If you’ve missed any of these posts, you can catch up with the following –
“Why They Are Planning To Steal Our Super, Explained In 4 Simple Charts”
(There are multiple links to previous posts at the end of the 2nd link above)
One of the interesting features of this wave of super thefts, is the different methods used in different countries. In some, private retirement savings have simply been “nationalised”. In others, the government has started with a “softly softly” approach, by “borrowing” the retirement savings of government employees first.

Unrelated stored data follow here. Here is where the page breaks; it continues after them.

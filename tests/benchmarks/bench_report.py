"""Time and size of clearance.json / clearance.csv for a big synthetic result (not collected by pytest).

    /work/venv/bin/python tests/benchmarks/bench_report.py [rows] [pairs]

Rows are copies of invented pair tables with seeded random distances; the figures, HTML and PDF are
timed too. Extrapolate linearly to 80 000 rows x 200 pairs.
"""

from __future__ import annotations

import dataclasses
import sys
import tempfile
import time
from pathlib import Path

import numpy as np

sys.path.insert(0, str(Path(__file__).resolve().parents[1]))

from test_report_support import invented_result  # noqa: E402

from envelope.check import CheckResult, PairRow  # noqa: E402
from envelope.report import write_report  # noqa: E402
from envelope.report.tables import write_csv, write_json  # noqa: E402


def big_result(n_rows: int, n_pairs: int) -> CheckResult:
    rng = np.random.default_rng(7)
    base = invented_result()
    template = [r for r in base.rows if r.pairs][0]
    p0 = template.pairs[0]
    pairs = []
    for k in range(n_pairs):
        d = float(rng.uniform(-0.01, 1.0))
        pairs.append(
            PairRow(f"link{k % 7}", f"zone{k // 7}", "zone", "fence", str(k % 3), 0.1, d, d + 0.001, True,
                    k % 5 == 0, rng.uniform(-1, 1, 3), rng.uniform(-1, 1, 3), "clear" if d > 0.1 else "below margin")
        )
    pairs = tuple(pairs)
    rows = []
    for i in range(n_rows):
        rows.append(dataclasses.replace(template, target=f"t{i // 8}", branch=f"b{i % 8}", pairs=pairs,
                                        clearance=float(rng.uniform(0, 1)), margin=float(rng.uniform(-0.1, 1))))
    del p0
    return CheckResult(cell=base.cell, rows=tuple(rows))


def main():
    n_rows = int(sys.argv[1]) if len(sys.argv) > 1 else 2000
    n_pairs = int(sys.argv[2]) if len(sys.argv) > 2 else 200
    result = big_result(n_rows, n_pairs)
    with tempfile.TemporaryDirectory() as tmp:
        out = Path(tmp)
        t = time.perf_counter()
        write_json(result, out / "clearance.json")
        tj = time.perf_counter() - t
        t = time.perf_counter()
        write_csv(result, out / "clearance.csv")
        tc = time.perf_counter() - t
        t = time.perf_counter()
        write_report(result, out / "all")
        ta = time.perf_counter() - t
        size = (out / "clearance.json").stat().st_size
        scale = 80000 * 200 / (n_rows * n_pairs)
        print(f"{n_rows} rows x {n_pairs} pairs: json {tj:.2f} s {size / 1e6:.1f} MB, csv {tc:.2f} s, "
              f"whole report {ta:.2f} s")
        print(f"extrapolated to 80000 x 200: json {tj * scale:.0f} s, {size * scale / 1e9:.2f} GB")


if __name__ == "__main__":
    main()
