"""Benchmark of the clearance engine on an invented reference cell (not collected by pytest).

Cell: an invented ortho-parallel six-axis arm with 7 links as capsules (base post + one per joint),
20 box keep-out zones around it, self pairs between links whose frames differ by 2 or more (two
wrist pairs allowed): 7 x 20 + 13 = 153 pairs. A second run uses link meshes of ~500 triangles each
(a capsule mesh per link; the engine replaces each by its convex hull).

Reports, in one run: configurations per second of ``ClearanceEngine.evaluate`` (batch), the time of
the bare python-fcl queries for the same pairs (FK, set every transform, one ``fcl.distance`` per
pair with a fresh request/result), their ratio, and the per-pair minimum table.

    /work/venv/bin/python tests/benchmarks/bench_clearance.py [--n 2000] [--rows 15]
"""

from __future__ import annotations

import argparse
import time

import fcl
import numpy as np
import trimesh

from envelope.cell import Cell, Tool
from envelope.clearance import STATUS_NAMES, ClearanceEngine
from envelope.geometry import Body, Box, Capsule, TriMesh, Zone
from envelope.kinematics import Arm

# invented ortho-parallel arm (standard DH)
A = [0.15, 0.60, 0.12, 0.0, 0.0, 0.0]
ALPHA = [-np.pi / 2, 0.0, -np.pi / 2, np.pi / 2, -np.pi / 2, 0.0]
D = [0.45, 0.0, 0.0, 0.62, 0.0, 0.10]
OFFSET = [0.0, -np.pi / 2, 0.0, 0.0, 0.0, 0.0]
RADII = [0.15, 0.12, 0.10, 0.09, 0.08, 0.07, 0.05]
WRIST_ALLOWED = frozenset({frozenset({"link4", "link6"}), frozenset({"link2", "link4"})})


def link_capsules():
    out = [Capsule([0, 0, 0], [0, 0, 0.2], RADII[0])]
    for i in range(6):
        ca, sa = np.cos(ALPHA[i]), np.sin(ALPHA[i])
        rx = np.array([[1, 0, 0], [0, ca, -sa], [0, sa, ca]])
        out.append(Capsule(rx.T @ np.array([-A[i], 0.0, -D[i]]), [0, 0, 0], RADII[i + 1]))
    return out


def capsule_mesh(c: Capsule, count=(16, 16)) -> TriMesh:
    """A triangle mesh of a capsule (~500 faces), placed on the capsule's segment."""
    d = c.p1 - c.p0
    length = float(np.linalg.norm(d))
    m = trimesh.creation.capsule(height=max(length, 1e-6), radius=c.radius, count=count)
    z = d / length if length > 0 else np.array([0.0, 0.0, 1.0])
    a = np.array([1.0, 0.0, 0.0]) if abs(z[0]) < 0.9 else np.array([0.0, 1.0, 0.0])
    x = np.cross(a, z)
    x /= np.linalg.norm(x)
    T = np.eye(4)
    T[:3, :3] = np.column_stack([x, np.cross(z, x), z])
    T[:3, 3] = 0.5 * (c.p0 + c.p1)
    m.apply_transform(T)
    return TriMesh(m.vertices, m.faces, watertight=bool(m.is_watertight), source="generated capsule")


def zones(rng):
    out = []
    for k in range(20):
        ang = 2 * np.pi * k / 20
        T = np.eye(4)
        r = rng.uniform(1.1, 1.8)
        T[:3, 3] = [r * np.cos(ang), r * np.sin(ang), rng.uniform(0.0, 1.6)]
        c, s = np.cos(ang), np.sin(ang)
        T[:3, :3] = [[c, -s, 0], [s, c, 0], [0, 0, 1]]
        out.append(Zone(f"box{k:02d}", "keep-out", (Box(rng.uniform(0.15, 0.6, 3), T),), 0.05))
    return tuple(out)


def reference_cell(meshes: bool = False) -> Cell:
    rng = np.random.default_rng(2026)
    caps = link_capsules()
    shapes = [capsule_mesh(c) if meshes else c for c in caps]
    links = tuple(Body(f"link{i}", i, (s,)) for i, s in enumerate(shapes))
    arm = Arm.from_dh(A, ALPHA, D, OFFSET, name="invented-6")
    return Cell(name="reference", arm=arm, world_from_base=np.eye(4), links=links, tool=Tool(np.eye(4)),
                zones=zones(rng), self_pairs_allowed=WRIST_ALLOWED, self_clearance=0.01)


def bare_fcl_time(engine: ClearanceEngine, q) -> float:
    """Seconds for FK + setting transforms + one python-fcl distance query per pair, per configuration."""
    slots = engine._slots  # the engine's own python-fcl objects (same geometry, same pairs)
    sp_a, sp_b = engine._sp_a.tolist(), engine._sp_b.tolist()
    nb = engine._n_body_slots
    frames = [slots[s].frame for s in range(nb)]
    t0 = time.perf_counter()
    W = engine.cell.world_from_base @ engine.cell.arm.frames(q)
    for i in range(len(q)):
        for s in range(nb):
            M = W[i, frames[s]] @ slots[s].frame_from_obj
            slots[s].obj.setTransform(fcl.Transform(M[:3, :3], M[:3, 3]))
        for a, b in zip(sp_a, sp_b):
            req = fcl.DistanceRequest(enable_nearest_points=True, enable_signed_distance=True)
            res = fcl.DistanceResult()
            fcl.distance(slots[a].obj, slots[b].obj, req, res)
    return (time.perf_counter() - t0) / len(q)


def run(label: str, cell: Cell, q, rows: int) -> None:
    engine = ClearanceEngine(cell)
    engine.evaluate(q[:8])  # warm-up
    t0 = time.perf_counter()
    res = engine.evaluate(q)
    t_engine = (time.perf_counter() - t0) / len(q)
    n_bare = min(len(q), 300)
    t_bare = bare_fcl_time(engine, q[:n_bare])
    print(f"\n== {label}: {len(engine.pairs)} pairs, {len(q)} configurations")
    print(f"engine     : {t_engine * 1e6:8.1f} us/config  ({1 / t_engine:8.0f} configs/s), "
          f"exact queries on {100 * (1 - res.pruned.mean()):.1f} % of pairs")
    print(f"bare fcl   : {t_bare * 1e6:8.1f} us/config  (FK + {len(engine._sp_a)} fcl.distance, {n_bare} configs)")
    print(f"ratio      : {t_engine / t_bare:8.3f}  (engine / bare python-fcl)")
    print(f"vs C++ 62 us/config: {t_engine / 62e-6:.2f} x")
    overall = np.bincount(res.overall, minlength=3)
    print("overall    : " + ", ".join(f"{STATUS_NAMES[k]} {overall[k]}" for k in range(3)))
    # per-pair minimum table (lower bounds; pruned values are cheap lower bounds, never above the truth)
    margin_min = res.margin.min(axis=0)
    worst_count = np.bincount(res.worst[res.worst >= 0], minlength=len(engine.pairs))
    order = np.argsort(margin_min)
    print(f"{'pair':>4} {'body':>6} {'other':>7} {'kind':>5} {'min dist mm':>12} {'req mm':>7} "
          f"{'min margin mm':>14} {'worst in':>8} {'pruned %':>8}")
    for p in order[:rows]:
        pr = engine.pairs[p]
        print(f"{p:4d} {pr.body:>6} {pr.other:>7} {pr.kind:>5} {1e3 * res.distance[:, p].min():12.2f} "
              f"{1e3 * pr.required:7.1f} {1e3 * margin_min[p]:14.2f} {worst_count[p]:8d} "
              f"{100 * res.pruned[:, p].mean():8.1f}")


def main() -> None:
    ap = argparse.ArgumentParser(description=__doc__.splitlines()[0])
    ap.add_argument("--n", type=int, default=2000, help="configurations (default 2000)")
    ap.add_argument("--rows", type=int, default=15, help="rows of the per-pair table")
    args = ap.parse_args()
    rng = np.random.default_rng(7)
    q = rng.uniform(-np.pi, np.pi, (args.n, 6))
    q[:, 1] *= 0.5  # shoulder and elbow within +-90 deg: fewer folded-over self-intrusions
    q[:, 2] *= 0.5
    run("capsule links, 20 box zones", reference_cell(False), q, args.rows)
    run("~500-triangle link meshes (convex hulls), 20 box zones", reference_cell(True), q[: max(args.n // 4, 8)],
        args.rows)


if __name__ == "__main__":
    main()
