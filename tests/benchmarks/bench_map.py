"""Poses per second of a clearance map of the demo cell (not collected by pytest).

    /work/venv/bin/python tests/benchmarks/bench_map.py [--sizes 1e4,1e5,1e6] [--backends serial,jobs2,dask2]
                                                        [--cell capsules]

For each grid size (a cube of TCP positions around the arm, tool pointing down, one orientation)
and backend (this process; a 2-process pool; a 2-worker Dask LocalCluster) it prints the wall time,
poses per second, poses per second per core, the within-limits branches of the first chunks and the
share of them left to the clearance engine (``n_engine``: the configurations the compiled loop of
envelope.margins flags; all of them on a cell it does not support), and the fraction of positions
reachable and clear. ``--cell capsules`` uses the test cell of tests/test_mapping.py (generated
capsule links, which the compiled loop does not support: every branch goes to the engine) instead.
Each measurement runs in a fresh process so that a crash of python-fcl on one grid does not stop the
others (it is reported as a crash). With BENCH_MAP_PROGRESS=FILE, every finished chunk appends the
elapsed time, poses done and the running rate to FILE (a run stopped early still gives a rate).
"""

from __future__ import annotations

import argparse
import json
import os
import subprocess
import sys
import tempfile
import time
from pathlib import Path

HERE = Path(__file__).resolve()
sys.path.insert(0, str(HERE.parents[1]))


def grid_for(cell, n, mapping):
    """A cube of about ``n`` positions: x -587..1413, y -993..1007, z 13..2013 mm (offset by 13 mm so
    no grid pose touches a zone's round coordinates exactly)."""
    per = max(2, round(n ** (1 / 3)))
    step = 2000.0 / (per - 1)
    region = [[-587, -587 + step * (per - 1)], [-993, -993 + step * (per - 1)], [13, 13 + step * (per - 1)]]
    return mapping.make_grid(cell, region, step, [[180, 0, 0]])


def one(args) -> dict:
    import numpy as np

    from envelope import mapping
    from envelope.cell import load_cell

    if args.cell == "capsules":
        from test_mapping import CELL_TOML

        path = Path(tempfile.mkdtemp()) / "cell.toml"
        path.write_text(CELL_TOML)
        cell = load_cell(path)
    else:
        from envelope.demo import demo_cell_path

        cell = load_cell(demo_cell_path())
    g = grid_for(cell, int(float(args.size)), mapping)
    kw = {"serial": {}, "jobs2": {"jobs": 2}, "dask2": {"jobs": 2, "dask": "local"}}[args.backend]
    stats = {"configs": 0, "engine": 0}
    orig = mapping.evaluate_chunk

    log = os.environ.get("BENCH_MAP_PROGRESS")  # a file to append progress lines to (partial runs)

    def progress(done, total, rate, eta):
        if log:
            with open(log, "a") as fh:
                fh.write(f"{time.perf_counter() - t0:.1f} s: {done}/{total} poses, {rate:.1f} poses/s, eta {eta:.0f} s\n")

    t0 = time.perf_counter()
    res = mapping.run_map(cell, g, progress=progress, **kw)
    wall = time.perf_counter() - t0
    cores = 1 if args.backend == "serial" else 2
    # the engine share, measured serially on the first chunks (cheap to repeat)
    n_probe = min(g.size, 8 * mapping.DEFAULT_CHUNK)
    for s in range(0, n_probe, mapping.DEFAULT_CHUNK):
        r = orig(cell, g, s, min(s + mapping.DEFAULT_CHUNK, n_probe))
        stats["configs"] += r.n_configs
        stats["engine"] += r.n_engine
    return {
        "cell": cell.name, "size": g.size, "shape": list(g.shape), "backend": args.backend,
        "wall_s": round(wall, 2), "poses_per_s": round(g.size / wall, 1),
        "poses_per_s_per_core": round(g.size / wall / cores, 1),
        "configs_first_chunks": stats["configs"], "engine_first_chunks": stats["engine"],
        "engine_share_first_chunks": round(stats["engine"] / max(stats["configs"], 1), 3),
        "reachable_fraction": round(float(res.reachable.mean()), 4), "clear_fraction": round(float(res.clear.mean()), 4),
        "branches_per_pose": round(float(res.n_within.mean()), 3),
        "note": "" if np.isfinite(res.best_margin[res.reachable]).all() else "some best margins -inf (unknown depth)",
    }


def main() -> None:
    ap = argparse.ArgumentParser(description=__doc__.splitlines()[0])
    ap.add_argument("--sizes", default="1e4,1e5")
    ap.add_argument("--backends", default="serial,jobs2,dask2")
    ap.add_argument("--cell", default="demo", choices=("demo", "capsules"))
    ap.add_argument("--size", help=argparse.SUPPRESS)
    ap.add_argument("--backend", help=argparse.SUPPRESS)
    args = ap.parse_args()
    if args.size:  # a child run
        print(json.dumps(one(args)))
        return
    print(f"cpu cores: {os.cpu_count()}; cell: {args.cell}")
    for size in args.sizes.split(","):
        for backend in args.backends.split(","):
            cmd = [sys.executable, str(HERE), "--size", size, "--backend", backend, "--cell", args.cell]
            t0 = time.perf_counter()
            p = subprocess.run(cmd, capture_output=True, text=True)
            if p.returncode != 0:
                tail = (p.stderr.strip().splitlines() or ["?"])[-1]
                print(json.dumps({"size": size, "backend": backend, "crashed": p.returncode,
                                  "after_s": round(time.perf_counter() - t0, 1), "stderr": tail[:300]}))
            else:
                print(p.stdout.strip().splitlines()[-1], flush=True)


if __name__ == "__main__":
    main()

In the following article from The Examiner (USA), we find the opinion expressed that the US Treasury’s recent “borrowing” of federal workers pension funds is simply a first move. And that confiscations of non-federal workers pension funds – called “401K plans” in the USA – is now one step closer (emphasis added):
This step in pulling from government held retirement funds is once again bringing up the potential for the Obama administration to seek acquisition of the public’s 401K’s to help pay for spending and debt.
On May 16th, the Obama administration agreed to tap into federal retirement programs to help fund programs and agencies that would otherwise be funded through borrowing before the debt ceiling was reached.
The use of retirement and pension funds as the first resort of the government to pay for programs, debt obligations, and even ongoing military operations is a large warning signal to the American people regarding a huge and untapped resource that up until now, the government has refrained from exploiting. The amount of money stored in corporate retirement funds, federal retirements, and market based 401K’s amount to several trillion dollars that unlike Social Security, which it is collateralized by IOU’s, this is real money that the government has already sought to acquire in budgetary discussions.
The plan, as sketched in the 43-page document, calls for the creation of something called “Guaranteed Retirement Accounts” (GRAs). Biden slyly shifts the onus for the idea through weasel words typical of the federal government: “Some have suggested the creation of Guaranteed Retirement Accounts (GRAs), which would give workers a simple way to invest a portion of their retirement savings in an account that was free of inflation and market risk, and in some versions under discussion, would guarantee a specified real return above the rate of inflation.”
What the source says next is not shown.